===== STORED DATA

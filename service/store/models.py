"""Tables, as SQLAlchemy 2 declarative classes.

A length is three columns (`<name>_nominal_mm`, `<name>_plus_mm`, `<name>_minus_mm`)
because the contract keeps every tolerance a client sends; a length never given is
three NULLs, never a silent default. The schema itself changes only through Alembic
(`migrations/versions/`); these classes must match the newest migration, which
`tests/integration/test_migrations.py` checks.
"""
from __future__ import annotations

from datetime import UTC, datetime
from typing import Any, ClassVar

from sqlalchemy import JSON, BigInteger, Boolean, DateTime, Float, Index, Integer, MetaData, String, false
from sqlalchemy.orm import DeclarativeBase, Mapped, mapped_column

IDENTIFIER_LENGTH = 64

# Stable constraint names so migrations can alter them on every backend.
NAMING_CONVENTION = {
    "ix": "ix_%(table_name)s_%(column_0_N_name)s",
    "uq": "uq_%(table_name)s_%(column_0_N_name)s",
    "ck": "ck_%(table_name)s_%(constraint_name)s",
    "fk": "fk_%(table_name)s_%(column_0_name)s_%(referred_table_name)s",
    "pk": "pk_%(table_name)s",
}


def utc_now() -> datetime:
    return datetime.now(UTC)


class Base(DeclarativeBase):
    metadata = MetaData(naming_convention=NAMING_CONVENTION)


def _length(nullable: bool = True) -> Mapped[float | None]:
    return mapped_column(Float, nullable=nullable)


class Timestamped:
    created_at: Mapped[datetime] = mapped_column(DateTime(timezone=True), default=utc_now, nullable=False)
    updated_at: Mapped[datetime] = mapped_column(
        DateTime(timezone=True), default=utc_now, onupdate=utc_now, nullable=False
    )


class Plug(Timestamped, Base):
    """One inventory line: a plug design under the shop's own `sku`."""

    __tablename__ = "plugs"

    id: Mapped[int] = mapped_column(Integer, primary_key=True)
    sku: Mapped[str] = mapped_column(String(IDENTIFIER_LENGTH), unique=True, nullable=False)
    description: Mapped[str | None] = mapped_column(String(500))
    thread: Mapped[str] = mapped_column(String(32), nullable=False)
    # Accept a thread the catalogue does not list (the client said so explicitly).
    nonstandard_thread: Mapped[bool] = mapped_column(Boolean, nullable=False, default=False, server_default=false())
    seat: Mapped[str] = mapped_column(String(16), nullable=False)
    reach_nominal_mm: Mapped[float | None] = _length()
    reach_plus_mm: Mapped[float | None] = _length()
    reach_minus_mm: Mapped[float | None] = _length()
    gasket_thickness_nominal_mm: Mapped[float | None] = _length()
    gasket_thickness_plus_mm: Mapped[float | None] = _length()
    gasket_thickness_minus_mm: Mapped[float | None] = _length()
    firing_end_nominal_mm: Mapped[float | None] = _length()
    firing_end_plus_mm: Mapped[float | None] = _length()
    firing_end_minus_mm: Mapped[float | None] = _length()
    terminal_height_nominal_mm: Mapped[float | None] = _length()
    terminal_height_plus_mm: Mapped[float | None] = _length()
    terminal_height_minus_mm: Mapped[float | None] = _length()
    hex_mm: Mapped[float | None] = _length()
    resistor: Mapped[bool | None] = mapped_column(Boolean)
    heat_range_scale: Mapped[str | None] = mapped_column(String(32))
    heat_range_value: Mapped[float | None] = mapped_column(Float)
    gap_mm: Mapped[float | None] = _length()
    gasket_outside_diameter_mm: Mapped[float | None] = _length()  # migration 0008
    seat_angle_deg: Mapped[float | None] = mapped_column(Float)  # migration 0008
    seat_diameter_mm: Mapped[float | None] = _length()  # migration 0008
    quantity_on_hand: Mapped[int] = mapped_column(Integer, nullable=False, default=0, server_default="0")
    location: Mapped[str | None] = mapped_column(String(100))
    # Bumped on every UPDATE (SQLAlchemy checks it, so two writers cannot both win);
    # the ETag is derived from it.
    version: Mapped[int] = mapped_column(Integer, nullable=False, default=1, server_default="1")

    __mapper_args__: ClassVar[dict[str, Any]] = {"version_id_col": version}
    __table_args__ = (
        # The fitting-plugs search narrows 100,000 plugs by thread and seat first.
        Index("ix_plugs_thread_seat", "thread", "seat"),
        # The parts counter groups candidates by design from this index alone
        # (migration 0002, widened by 0008; repository.DESIGN_COLUMNS, then sku and stock).
        Index("ix_plugs_counter", "thread", "seat",
              "reach_nominal_mm", "reach_plus_mm", "reach_minus_mm",
              "gasket_thickness_nominal_mm", "gasket_thickness_plus_mm", "gasket_thickness_minus_mm",
              "firing_end_nominal_mm", "firing_end_plus_mm", "firing_end_minus_mm",
              "hex_mm", "resistor",
              "terminal_height_nominal_mm", "terminal_height_plus_mm", "terminal_height_minus_mm",
              "heat_range_scale", "heat_range_value", "gap_mm",
              "gasket_outside_diameter_mm", "seat_angle_deg", "seat_diameter_mm", "sku", "quantity_on_hand"),
    )


class Head(Timestamped, Base):
    """One cylinder-head design's plug port, plus the engine conditions at the plug."""

    __tablename__ = "heads"

    id: Mapped[int] = mapped_column(Integer, primary_key=True)
    head_id: Mapped[str] = mapped_column(String(IDENTIFIER_LENGTH), unique=True, nullable=False)
    description: Mapped[str | None] = mapped_column(String(500))
    thread: Mapped[str] = mapped_column(String(32), nullable=False)
    # Accept a thread the catalogue does not list (the client said so explicitly).
    nonstandard_thread: Mapped[bool] = mapped_column(Boolean, nullable=False, default=False, server_default=false())
    seat: Mapped[str] = mapped_column(String(16), nullable=False)
    port_depth_nominal_mm: Mapped[float | None] = _length()
    port_depth_plus_mm: Mapped[float | None] = _length()
    port_depth_minus_mm: Mapped[float | None] = _length()
    design_reach_nominal_mm: Mapped[float | None] = _length()
    design_reach_plus_mm: Mapped[float | None] = _length()
    design_reach_minus_mm: Mapped[float | None] = _length()
    port_depth_long_side_nominal_mm: Mapped[float | None] = _length()
    port_depth_long_side_plus_mm: Mapped[float | None] = _length()
    port_depth_long_side_minus_mm: Mapped[float | None] = _length()
    piston_clearance_nominal_mm: Mapped[float | None] = _length()
    piston_clearance_plus_mm: Mapped[float | None] = _length()
    piston_clearance_minus_mm: Mapped[float | None] = _length()
    seat_to_piston_nominal_mm: Mapped[float | None] = _length()
    seat_to_piston_plus_mm: Mapped[float | None] = _length()
    seat_to_piston_minus_mm: Mapped[float | None] = _length()
    valve_clearance_nominal_mm: Mapped[float | None] = _length()
    valve_clearance_plus_mm: Mapped[float | None] = _length()
    valve_clearance_minus_mm: Mapped[float | None] = _length()
    seat_to_valve_nominal_mm: Mapped[float | None] = _length()
    seat_to_valve_plus_mm: Mapped[float | None] = _length()
    seat_to_valve_minus_mm: Mapped[float | None] = _length()
    plug_inclination_deg: Mapped[float | None] = mapped_column(Float)  # migration 0006
    well_bore_mm: Mapped[float | None] = _length()
    hex_mm: Mapped[float | None] = _length()
    resistor_required: Mapped[bool | None] = mapped_column(Boolean)
    material: Mapped[str | None] = mapped_column(String(16))
    heat_range_band_scale: Mapped[str | None] = mapped_column(String(32))
    heat_range_band_min: Mapped[float | None] = mapped_column(Float)
    heat_range_band_max: Mapped[float | None] = mapped_column(Float)
    boot_range_min_nominal_mm: Mapped[float | None] = _length()
    boot_range_min_plus_mm: Mapped[float | None] = _length()
    boot_range_min_minus_mm: Mapped[float | None] = _length()
    boot_range_max_nominal_mm: Mapped[float | None] = _length()
    boot_range_max_plus_mm: Mapped[float | None] = _length()
    boot_range_max_minus_mm: Mapped[float | None] = _length()
    compression_ratio: Mapped[float | None] = mapped_column(Float)
    intake_pressure_bar: Mapped[float | None] = mapped_column(Float)  # absolute
    boost_pressure_bar: Mapped[float | None] = mapped_column(Float)  # gauge
    forced_induction: Mapped[bool | None] = mapped_column(Boolean)
    intake_temperature_k: Mapped[float | None] = mapped_column(Float)
    peak_pressure_bar: Mapped[float | None] = mapped_column(Float)
    ignition_voltage_kv: Mapped[float | None] = mapped_column(Float)
    bore_mm: Mapped[float | None] = _length()
    stroke_mm: Mapped[float | None] = _length()
    rod_length_mm: Mapped[float | None] = _length()
    spark_advance_deg: Mapped[float | None] = mapped_column(Float)
    # The running clearance (migration 0007): highest speed, rod material, reciprocating
    # mass (g, one cylinder) and the rod's smallest section (mm²).
    max_rpm: Mapped[float | None] = mapped_column(Float)
    rod_material: Mapped[str | None] = mapped_column(String(16))
    reciprocating_mass_g: Mapped[float | None] = mapped_column(Float)
    rod_section_area_mm2: Mapped[float | None] = mapped_column(Float)
    # The seat's machining and a thread-repair insert (migration 0008).
    spot_face_diameter_mm: Mapped[float | None] = _length()
    counterbore_diameter_mm: Mapped[float | None] = _length()
    seat_angle_deg: Mapped[float | None] = mapped_column(Float)
    insert_kind: Mapped[str | None] = mapped_column(String(16))
    insert_length_nominal_mm: Mapped[float | None] = _length()
    insert_length_plus_mm: Mapped[float | None] = _length()
    insert_length_minus_mm: Mapped[float | None] = _length()
    insert_outer_thread: Mapped[str | None] = mapped_column(String(32))
    insert_material: Mapped[str | None] = mapped_column(String(32))
    version: Mapped[int] = mapped_column(Integer, nullable=False, default=1, server_default="1")

    __mapper_args__: ClassVar[dict[str, Any]] = {"version_id_col": version}


class ApiKey(Base):
    """A key for writes. Only the SHA-256 of the key is kept; `prefix` (the first
    characters of the key, not secret) finds the row and tells an operator which key
    is which."""

    __tablename__ = "api_keys"

    id: Mapped[int] = mapped_column(Integer, primary_key=True)
    name: Mapped[str] = mapped_column(String(100), unique=True, nullable=False)
    prefix: Mapped[str] = mapped_column(String(16), nullable=False, index=True)
    key_hash: Mapped[str] = mapped_column(String(64), unique=True, nullable=False)
    created_at: Mapped[datetime] = mapped_column(DateTime(timezone=True), default=utc_now, nullable=False)


class ChangeRecord(Base):
    """One change to a plug or head: who, when, what it was before and after.

    Append-only (service/store/history.py writes it in the same transaction as the change;
    database triggers from migration 0003 refuse UPDATE and DELETE). Keyed by the
    record's identifier, not its row id, so a deleted record's history stays readable.
    """

    __tablename__ = "change_history"

    id: Mapped[int] = mapped_column(Integer, primary_key=True)
    resource: Mapped[str] = mapped_column(String(8), nullable=False)
    identifier: Mapped[str] = mapped_column(String(IDENTIFIER_LENGTH), nullable=False)
    action: Mapped[str] = mapped_column(String(16), nullable=False)
    actor: Mapped[str] = mapped_column(String(100), nullable=False)
    source: Mapped[str] = mapped_column(String(16), nullable=False)
    changed_at: Mapped[datetime] = mapped_column(DateTime(timezone=True), nullable=False)
    version_before: Mapped[int | None] = mapped_column(Integer)
    version_after: Mapped[int | None] = mapped_column(Integer)
    before: Mapped[dict | None] = mapped_column(JSON)
    after: Mapped[dict | None] = mapped_column(JSON)

    __table_args__ = (
        # A record's history page: its entries in order.
        Index("ix_change_history_record", "resource", "identifier", "id"),
    )


class TableGeneration(Base):
    """How many times a table has changed: database triggers (migration 0004) raise
    `generation` in the same transaction as every insert, update and delete of the
    table named (`plugs`, `heads`), so a process can tell whether what it derived from
    those tables is still current (`repository.records_generation`)."""

    __tablename__ = "table_generations"

    name: Mapped[str] = mapped_column(String(32), primary_key=True)
    generation: Mapped[int] = mapped_column(BigInteger, nullable=False, default=0, server_default="0")
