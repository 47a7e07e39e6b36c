"""Put an exchange file into the database, and read a table back out for export.

Why a module apart from `service.formats.stock_file`: that one reads and writes text and knows
no database; this one writes rows and knows no text. The REST endpoints and the CLI
both call `import_rows` and `export_documents`, so a file does the same thing whichever
way it arrives.

One streaming pass: rows are written in chunks of CHUNK as they are read and validated,
with bulk statements (one `executemany` per chunk for new rows, one for changed rows, one
for their history entries). All or nothing: every statement goes into the caller's
session, and the caller commits only an outcome without a bad row (for a dry run or any
error it rolls back). Once a bad row is found nothing more is written, but every further
row is still read and validated, so the error report lists them all (the first
MAX_LISTED_ERRORS).

The database's triggers (migration 0004) see every inserted, updated and deleted row, so
the tables' generations move with an import as with any other write.
"""
from __future__ import annotations

import operator
from collections.abc import Callable, Iterable, Iterator, Sequence
from dataclasses import asdict, dataclass, field
from types import SimpleNamespace
from typing import Any

import orjson
from sqlalchemy import bindparam, delete, func, insert, select, update
from sqlalchemy.exc import IntegrityError
from sqlalchemy.orm import Session
from sqlalchemy.orm.exc import StaleDataError

from service.formats.stock_file import MAX_LISTED_ERRORS, OWN_FIELDS, Row
from service.store import history, repository
from service.store.models import utc_now
from service.store.repository import RecordMapping, Repository

UPSERT, REPLACE = "upsert", "replace"
MODES = (UPSERT, REPLACE)
# Rows per statement: well under SQLite's bound-parameter limit (32,766 since 3.32) for
# an IN list, and large enough that a 100,000-row file takes a few hundred statements.
CHUNK = 1000

Progress = Callable[[int], None]


@dataclass
class ImportReport:
    """What an import did (or, in a dry run, would do)."""

    resource: str
    mode: str
    rows: int
    added: int = 0
    changed: int = 0
    unchanged: int = 0
    deleted: int = 0
    dry_run: bool = False

    def as_dict(self) -> dict[str, Any]:
        return asdict(self)


@dataclass
class ImportOutcome:
    """An import's report, and its bad rows (then nothing may be committed)."""

    report: ImportReport
    errors: dict[str, dict[str, Any]] = field(default_factory=dict)
    bad_rows: int = 0

    @property
    def ok(self) -> bool:
        return self.bad_rows == 0


def repository_for(session: Session, resource: str) -> Repository:
    if resource == "plugs":
        return repository.plugs(session)
    if resource == "heads":
        return repository.heads(session)
    raise ValueError(f"no table for {resource!r}")


def _chunks(items: Sequence[Any], size: int = CHUNK) -> Iterator[Sequence[Any]]:
    for start in range(0, len(items), size):
        yield items[start:start + size]
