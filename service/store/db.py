"""Database engine, sessions and the Alembic bridge.

One engine per app (created by `init_app`, never at import). A request gets one session
on first use (`session()`); it is closed when the request ends, which rolls back
anything not committed, so a failed request can never leave half a change behind.
Code outside a request (CLI, seed loader, tests) uses `unit_of_work()` the same way.
"""
from __future__ import annotations

from collections.abc import Iterator
from contextlib import contextmanager
from pathlib import Path

from flask import Flask, current_app, g
from sqlalchemy import Engine, create_engine, event, text
from sqlalchemy.engine import make_url
from sqlalchemy.orm import Session, sessionmaker

from service.store.records_cache import SESSION_INFO_KEY, RecordsCache

EXTENSION_KEY = "plugfit.db"
MIGRATIONS_DIR = Path(__file__).resolve().parents[2] / "migrations"


# Seconds to wait for the database before giving up (PLUGFIT_DATABASE_TIMEOUT).
DEFAULT_TIMEOUT_S = 5


def _sqlite_tuner(timeout_s: int):
    def _tune_sqlite(dbapi_connection, _connection_record) -> None:
        """WAL lets readers run while a writer commits; SQLite leaves foreign keys off unless
        asked, per connection; the busy timeout makes a second writer wait instead of failing."""
        cursor = dbapi_connection.cursor()
        try:
            cursor.execute("PRAGMA foreign_keys=ON")
            cursor.execute(f"PRAGMA busy_timeout={int(timeout_s * 1000)}")
            cursor.execute("PRAGMA journal_mode=WAL")
        finally:
            cursor.close()

    return _tune_sqlite


def make_engine(url: str, timeout_s: int = DEFAULT_TIMEOUT_S, *, bound_statements: bool = False) -> Engine:
    """An engine for `url`; SQLite files get WAL, foreign keys and a busy timeout.

    A server database that is down, unreachable or silent must cost a request
    `timeout_s` at most, then a 503 (service.web.problems), never a hang: the connect
    timeout bounds a connection attempt to a silent host, the pool timeout the wait for a
    free connection, the lock timeout a wait on another transaction's lock, keepalives
    and the TCP user timeout a peer gone from the network, and pre-ping replaces
    connections that died while pooled (a database restart), so the service recovers by
    itself when the database is back. With `bound_statements` (the app's engines, not
    migrations, which may rightly run long) a statement may run `timeout_s` at most on
    the server, and a connection on which the database stays silent that long is given
    up (`service.store.stall_guard`)."""
    parsed = make_url(url)
    if parsed.get_backend_name() == "sqlite":
        database = parsed.database
        if database and database != ":memory:" and not database.startswith("file:"):
            Path(database).parent.mkdir(parents=True, exist_ok=True)
        engine = create_engine(url, pool_timeout=timeout_s,
                               connect_args={"check_same_thread": False, "timeout": timeout_s})
        event.listen(engine, "connect", _sqlite_tuner(timeout_s))
        return engine
    if parsed.get_backend_name() != "postgresql":
        return create_engine(url, pool_pre_ping=True, pool_timeout=timeout_s)
    engine = create_engine(url, pool_pre_ping=True, pool_timeout=timeout_s,
                           connect_args=_postgres_connect_args(timeout_s, bound_statements))
    if bound_statements:
        from service.store import stall_guard

        stall_guard.install(engine, timeout_s)
    return engine


def _postgres_connect_args(timeout_s: int, bound_statements: bool) -> dict:
    """libpq parameters: each wait on the server bounded by `timeout_s`."""
    milliseconds = int(timeout_s * 1000)
    # lock_timeout: a statement waiting on another transaction's lock gives up like
    # SQLite's busy timeout does, instead of holding the request indefinitely.
    options = f"-c lock_timeout={milliseconds}"
    if bound_statements:
        options += f" -c statement_timeout={milliseconds}"
    return {
        "connect_timeout": timeout_s,  # libpq and psycopg take 2 s at the least
        "options": options,
        # A connection whose peer has gone from the network is found out while idle
        # (keepalive probes after timeout_s, three more a third of it apart) ...
        "keepalives": 1, "keepalives_idle": timeout_s,
        "keepalives_interval": max(1, timeout_s // 3), "keepalives_count": 3,
        # ... and while sending (data unacknowledged for timeout_s closes it).
        "tcp_user_timeout": milliseconds,
    }


class Database:
    """The app's engine and session factory, kept in `app.extensions`."""

    def __init__(self, url: str, timeout_s: int = DEFAULT_TIMEOUT_S) -> None:
        self.url = url
        self.engine = make_engine(url, timeout_s, bound_statements=True)
        # What the parts counter derived from the plugs and heads
        # (service/store/records_cache.py), handed to every session of this database.
        self.records_cache = RecordsCache()
        self.sessions = sessionmaker(self.engine, expire_on_commit=False,
                                     info={SESSION_INFO_KEY: self.records_cache})

    @contextmanager
    def unit_of_work(self) -> Iterator[Session]:
        """A session that rolls back unless the block calls `commit()`."""
        with self.sessions() as session:
            yield session

    def ping(self) -> None:
        """Raise if the database cannot answer a trivial query."""
        with self.engine.connect() as connection:
            connection.execute(text("SELECT 1"))


def init_app(app: Flask) -> Database:
    database = Database(app.config["DATABASE_URL"], app.config.get("DATABASE_TIMEOUT", DEFAULT_TIMEOUT_S))
    app.extensions[EXTENSION_KEY] = database
    app.teardown_appcontext(_close_request_session)
    return database


def get_database(app: Flask | None = None) -> Database:
    return (app or current_app).extensions[EXTENSION_KEY]


def session() -> Session:
    """The current request's session, opened on first use."""
    if "db_session" not in g:
        g.db_session = get_database().sessions()
    return g.db_session


def _close_request_session(_error: BaseException | None) -> None:
    request_session = g.pop("db_session", None)
    if request_session is not None:
        request_session.close()  # rolls back whatever was not committed


@contextmanager
def unit_of_work(app: Flask | None = None) -> Iterator[Session]:
    with get_database(app).unit_of_work() as work:
        yield work


def safe_url(url: str) -> str:
    """The URL without its password, for messages and logs."""
    return make_url(url).render_as_string(hide_password=True)


def alembic_config(url: str):
    """An Alembic configuration for `url` that needs no alembic.ini on disk."""
    from alembic.config import Config

    config = Config()
    config.set_main_option("script_location", str(MIGRATIONS_DIR))
    config.attributes["database_url"] = url
    return config


def upgrade(url: str, revision: str = "head") -> None:
    from alembic import command

    command.upgrade(alembic_config(url), revision)


def downgrade(url: str, revision: str) -> None:
    from alembic import command

    command.downgrade(alembic_config(url), revision)


def current_revision(url: str) -> str | None:
    """The revision the database is at (None when never migrated)."""
    from alembic.runtime.migration import MigrationContext

    engine = make_engine(url)
    try:
        with engine.connect() as connection:
            return MigrationContext.configure(connection).get_current_revision()
    finally:
        engine.dispose()
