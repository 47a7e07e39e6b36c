"""The database: tables, sessions and units of work, the repository of plugs and heads, history."""
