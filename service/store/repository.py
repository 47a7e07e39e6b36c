"""Plugs and heads in the database: every read of them, and the writes of one record.

The schemas (`schemas.specs.StoredPlugSchema`, `StoredHeadSchema`) load a request into
a dict of canonical values (lengths as `Dim` in mm); this module writes such a dict into
a row and reads a row back into the same dict, so the API, the batch and the fit engine
(`schemas.specs.plug_spec`) all share one representation and nothing a client sent is
dropped: every tolerance is kept, absent values stay absent.

The reads, by who asks:

- one record, or a page of a filtered list (`Repository`, `plug_query`, `head_query`);
- every plug and head a build list names, a few thousand per query (`fetch_documents`);
- the parts counter: the plugs of a thread and seat grouped by design, the plugs of
  chosen designs in sku order (`plug_designs`, `plugs_of_designs`), and the tables'
  generations, which tell a cache whether any plug or head changed (`records_generation`).
"""
from __future__ import annotations

from collections.abc import Collection, Iterable, Sequence
from dataclasses import dataclass
from typing import Any, Generic, TypeVar

from sqlalchemy import Select, func, or_, select
from sqlalchemy.exc import IntegrityError
from sqlalchemy.orm import Session

from service.fitment.catalog import HEX_MATCH_MM
from service.fitment.model import Dim, HeatRange, PlugSpec
from service.store.models import Head, Plug, TableGeneration

# A reach filter matches within this many mm, so `reach=19` finds a 3/4 in (19.05 mm)
# plug: the trade calls both the same reach.
REACH_MATCH_MM = 0.1


class DuplicateIdentifier(Exception):
    """Creating a record whose identifier exists."""

    def __init__(self, field: str, identifier: str) -> None:
        super().__init__(f"{field} {identifier!r} exists")
        self.field = field
        self.identifier = identifier


M = TypeVar("M", Plug, Head)

ADDED, CHANGED, UNCHANGED = "added", "changed", "unchanged"


@dataclass(frozen=True)
class Nested:
    """A nested object of the document kept in flat columns: member → (column stem, is_length)."""

    name: str
    members: tuple[tuple[str, str, bool], ...]
    required: tuple[str, ...]


@dataclass(frozen=True)
class RecordMapping(Generic[M]):
    """How one resource's document maps to its table."""

    model: type[M]
    key: str
    lengths: tuple[str, ...]
    scalars: tuple[tuple[str, str], ...]
    nested: tuple[Nested, ...]

    # --- document → row -----------------------------------------------------------------
    def columns_from(self, document: dict[str, Any]) -> dict[str, Any]:
        """Every column's value for `document`; what the document lacks becomes NULL, so
        writing these is a full replacement."""
        values: dict[str, Any] = {}
        for name in self.lengths:
            values.update(_length_columns(name, document.get(name)))
        for name, column in self.scalars:
            values[column] = document.get(name)
        for nested in self.nested:
            given = document.get(nested.name) or {}
            for member, stem, is_length in nested.members:
                if is_length:
                    values.update(_length_columns(stem, given.get(member)))
                else:
                    values[stem] = given.get(member)
        return values

    # --- row → document -----------------------------------------------------------------
    def document_of(self, row: M) -> dict[str, Any]:
        """The loaded-schema dict of a row; absent values are left out (so the dump can be
        sent back unchanged)."""
        document: dict[str, Any] = {}
        for name, column in self.scalars:
            value = getattr(row, column)
            if value is not None:
                document[name] = value
        for name in self.lengths:
            dim = _dim_of(row, name)
            if dim is not None:
                document[name] = dim
        for nested in self.nested:
            members: dict[str, Any] = {}
            for member, stem, is_length in nested.members:
                value = _dim_of(row, stem) if is_length else getattr(row, stem)
                if value is not None:
                    members[member] = value
            if all(required in members for required in nested.required):
                document[nested.name] = members
        return document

==========

Restate word for word the lines above, beginning at the first one and ending at the line that carries "because the contract".

> _ANSWER TO THIS EXERCISE_:
filename service/store/models.py
"""Tables, as SQLAlchemy 2 declarative classes.

A length is three columns (`<name>_nominal_mm`, `<name>_plus_mm`, `<name>_minus_mm`)
because the contract keeps every tolerance a client sends; a length never given is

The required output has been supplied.